Stored data:
↓

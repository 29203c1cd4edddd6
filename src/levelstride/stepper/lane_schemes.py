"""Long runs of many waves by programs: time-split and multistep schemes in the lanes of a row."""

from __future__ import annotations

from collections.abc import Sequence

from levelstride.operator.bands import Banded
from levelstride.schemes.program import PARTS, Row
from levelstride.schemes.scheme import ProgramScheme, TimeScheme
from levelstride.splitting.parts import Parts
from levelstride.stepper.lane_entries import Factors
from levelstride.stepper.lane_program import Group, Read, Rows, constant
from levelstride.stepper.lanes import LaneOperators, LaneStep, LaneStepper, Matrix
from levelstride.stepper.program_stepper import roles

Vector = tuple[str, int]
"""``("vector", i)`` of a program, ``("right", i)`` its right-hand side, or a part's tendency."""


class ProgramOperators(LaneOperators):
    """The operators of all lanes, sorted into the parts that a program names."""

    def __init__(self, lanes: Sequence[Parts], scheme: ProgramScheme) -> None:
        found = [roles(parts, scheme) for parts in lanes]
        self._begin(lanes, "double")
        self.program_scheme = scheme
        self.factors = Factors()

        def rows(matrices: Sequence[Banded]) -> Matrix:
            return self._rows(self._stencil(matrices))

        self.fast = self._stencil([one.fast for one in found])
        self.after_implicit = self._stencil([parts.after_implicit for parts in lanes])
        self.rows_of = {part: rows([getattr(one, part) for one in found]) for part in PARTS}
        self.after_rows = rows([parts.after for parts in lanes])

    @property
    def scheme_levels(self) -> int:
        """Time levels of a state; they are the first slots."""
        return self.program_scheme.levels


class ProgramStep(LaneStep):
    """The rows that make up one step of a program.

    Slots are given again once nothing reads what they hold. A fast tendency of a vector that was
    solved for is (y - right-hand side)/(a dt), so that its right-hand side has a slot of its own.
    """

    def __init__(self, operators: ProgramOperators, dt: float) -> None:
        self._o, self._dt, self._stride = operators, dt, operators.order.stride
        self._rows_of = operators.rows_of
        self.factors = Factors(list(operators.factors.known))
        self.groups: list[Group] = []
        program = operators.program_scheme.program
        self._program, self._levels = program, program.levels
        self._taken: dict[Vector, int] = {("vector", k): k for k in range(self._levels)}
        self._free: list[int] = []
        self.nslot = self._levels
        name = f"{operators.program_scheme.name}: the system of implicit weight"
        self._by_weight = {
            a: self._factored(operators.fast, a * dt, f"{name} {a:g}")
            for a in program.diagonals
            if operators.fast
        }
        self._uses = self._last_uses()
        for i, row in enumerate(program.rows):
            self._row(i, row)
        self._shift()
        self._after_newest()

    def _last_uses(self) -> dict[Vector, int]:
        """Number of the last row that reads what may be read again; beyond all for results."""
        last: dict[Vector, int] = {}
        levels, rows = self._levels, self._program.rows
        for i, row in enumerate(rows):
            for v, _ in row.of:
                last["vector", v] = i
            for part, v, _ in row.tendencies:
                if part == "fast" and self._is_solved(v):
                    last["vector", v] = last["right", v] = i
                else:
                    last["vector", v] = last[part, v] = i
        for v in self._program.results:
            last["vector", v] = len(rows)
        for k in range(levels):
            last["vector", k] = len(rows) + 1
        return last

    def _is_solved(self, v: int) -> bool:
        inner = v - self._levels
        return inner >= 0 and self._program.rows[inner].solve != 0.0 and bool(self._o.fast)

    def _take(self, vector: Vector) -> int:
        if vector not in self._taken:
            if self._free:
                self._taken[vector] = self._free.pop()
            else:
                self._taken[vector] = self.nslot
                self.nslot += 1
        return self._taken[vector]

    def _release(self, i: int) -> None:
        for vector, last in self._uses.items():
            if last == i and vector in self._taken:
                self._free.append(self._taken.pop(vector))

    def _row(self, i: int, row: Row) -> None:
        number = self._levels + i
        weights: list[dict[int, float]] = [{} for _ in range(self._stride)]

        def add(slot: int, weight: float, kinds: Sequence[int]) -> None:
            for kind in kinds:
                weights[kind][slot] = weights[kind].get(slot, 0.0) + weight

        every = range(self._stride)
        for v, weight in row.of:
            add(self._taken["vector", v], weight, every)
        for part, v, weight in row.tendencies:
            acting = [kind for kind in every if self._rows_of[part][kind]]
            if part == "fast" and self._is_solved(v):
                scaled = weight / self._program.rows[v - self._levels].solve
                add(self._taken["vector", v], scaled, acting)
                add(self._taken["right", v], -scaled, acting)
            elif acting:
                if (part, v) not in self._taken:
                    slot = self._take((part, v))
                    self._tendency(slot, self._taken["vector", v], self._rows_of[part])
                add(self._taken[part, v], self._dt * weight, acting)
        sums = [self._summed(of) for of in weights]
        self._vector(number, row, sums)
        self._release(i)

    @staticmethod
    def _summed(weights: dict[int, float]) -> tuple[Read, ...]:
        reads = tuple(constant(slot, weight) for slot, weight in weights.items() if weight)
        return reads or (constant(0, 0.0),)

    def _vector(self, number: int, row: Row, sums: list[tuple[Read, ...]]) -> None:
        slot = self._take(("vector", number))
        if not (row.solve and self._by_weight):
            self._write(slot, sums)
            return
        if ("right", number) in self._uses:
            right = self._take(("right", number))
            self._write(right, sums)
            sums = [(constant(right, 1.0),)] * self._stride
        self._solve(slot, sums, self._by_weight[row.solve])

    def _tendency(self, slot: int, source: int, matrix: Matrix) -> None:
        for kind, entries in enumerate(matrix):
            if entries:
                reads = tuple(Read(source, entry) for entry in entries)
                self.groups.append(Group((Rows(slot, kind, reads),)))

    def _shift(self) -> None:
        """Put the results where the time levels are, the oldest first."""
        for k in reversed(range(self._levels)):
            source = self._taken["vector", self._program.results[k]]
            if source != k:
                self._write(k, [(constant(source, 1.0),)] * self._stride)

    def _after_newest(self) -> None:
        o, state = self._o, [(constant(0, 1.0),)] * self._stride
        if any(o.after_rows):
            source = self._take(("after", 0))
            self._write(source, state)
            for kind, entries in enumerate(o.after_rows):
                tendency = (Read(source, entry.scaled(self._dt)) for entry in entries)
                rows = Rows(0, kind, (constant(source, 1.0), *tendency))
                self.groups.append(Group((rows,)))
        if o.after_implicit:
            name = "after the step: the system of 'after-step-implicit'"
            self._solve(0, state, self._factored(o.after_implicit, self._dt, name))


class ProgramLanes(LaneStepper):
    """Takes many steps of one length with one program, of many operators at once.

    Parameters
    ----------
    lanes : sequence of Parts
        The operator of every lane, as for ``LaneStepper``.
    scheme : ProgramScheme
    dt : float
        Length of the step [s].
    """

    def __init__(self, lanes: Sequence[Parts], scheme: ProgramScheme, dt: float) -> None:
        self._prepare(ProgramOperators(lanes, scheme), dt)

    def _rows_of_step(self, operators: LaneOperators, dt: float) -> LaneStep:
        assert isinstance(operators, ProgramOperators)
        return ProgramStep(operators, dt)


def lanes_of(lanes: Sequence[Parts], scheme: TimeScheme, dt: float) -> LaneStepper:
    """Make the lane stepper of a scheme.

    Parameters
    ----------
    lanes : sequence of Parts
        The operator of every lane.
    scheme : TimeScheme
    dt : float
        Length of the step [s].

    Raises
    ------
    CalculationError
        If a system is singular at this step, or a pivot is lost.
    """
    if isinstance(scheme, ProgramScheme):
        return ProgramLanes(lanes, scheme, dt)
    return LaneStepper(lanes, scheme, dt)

↑

Directions: In the lines above, find the word "constant" and copy each line that contains it.

Task answer:
from levelstride.stepper.lane_program import Group, Read, Rows, constant
        reads = tuple(constant(slot, weight) for slot, weight in weights.items() if weight)
        return reads or (constant(0, 0.0),)
            sums = [(constant(right, 1.0),)] * self._stride
                self._write(k, [(constant(source, 1.0),)] * self._stride)
        o, state = self._o, [(constant(0, 1.0),)] * self._stride
                rows = Rows(0, kind, (constant(source, 1.0), *tendency))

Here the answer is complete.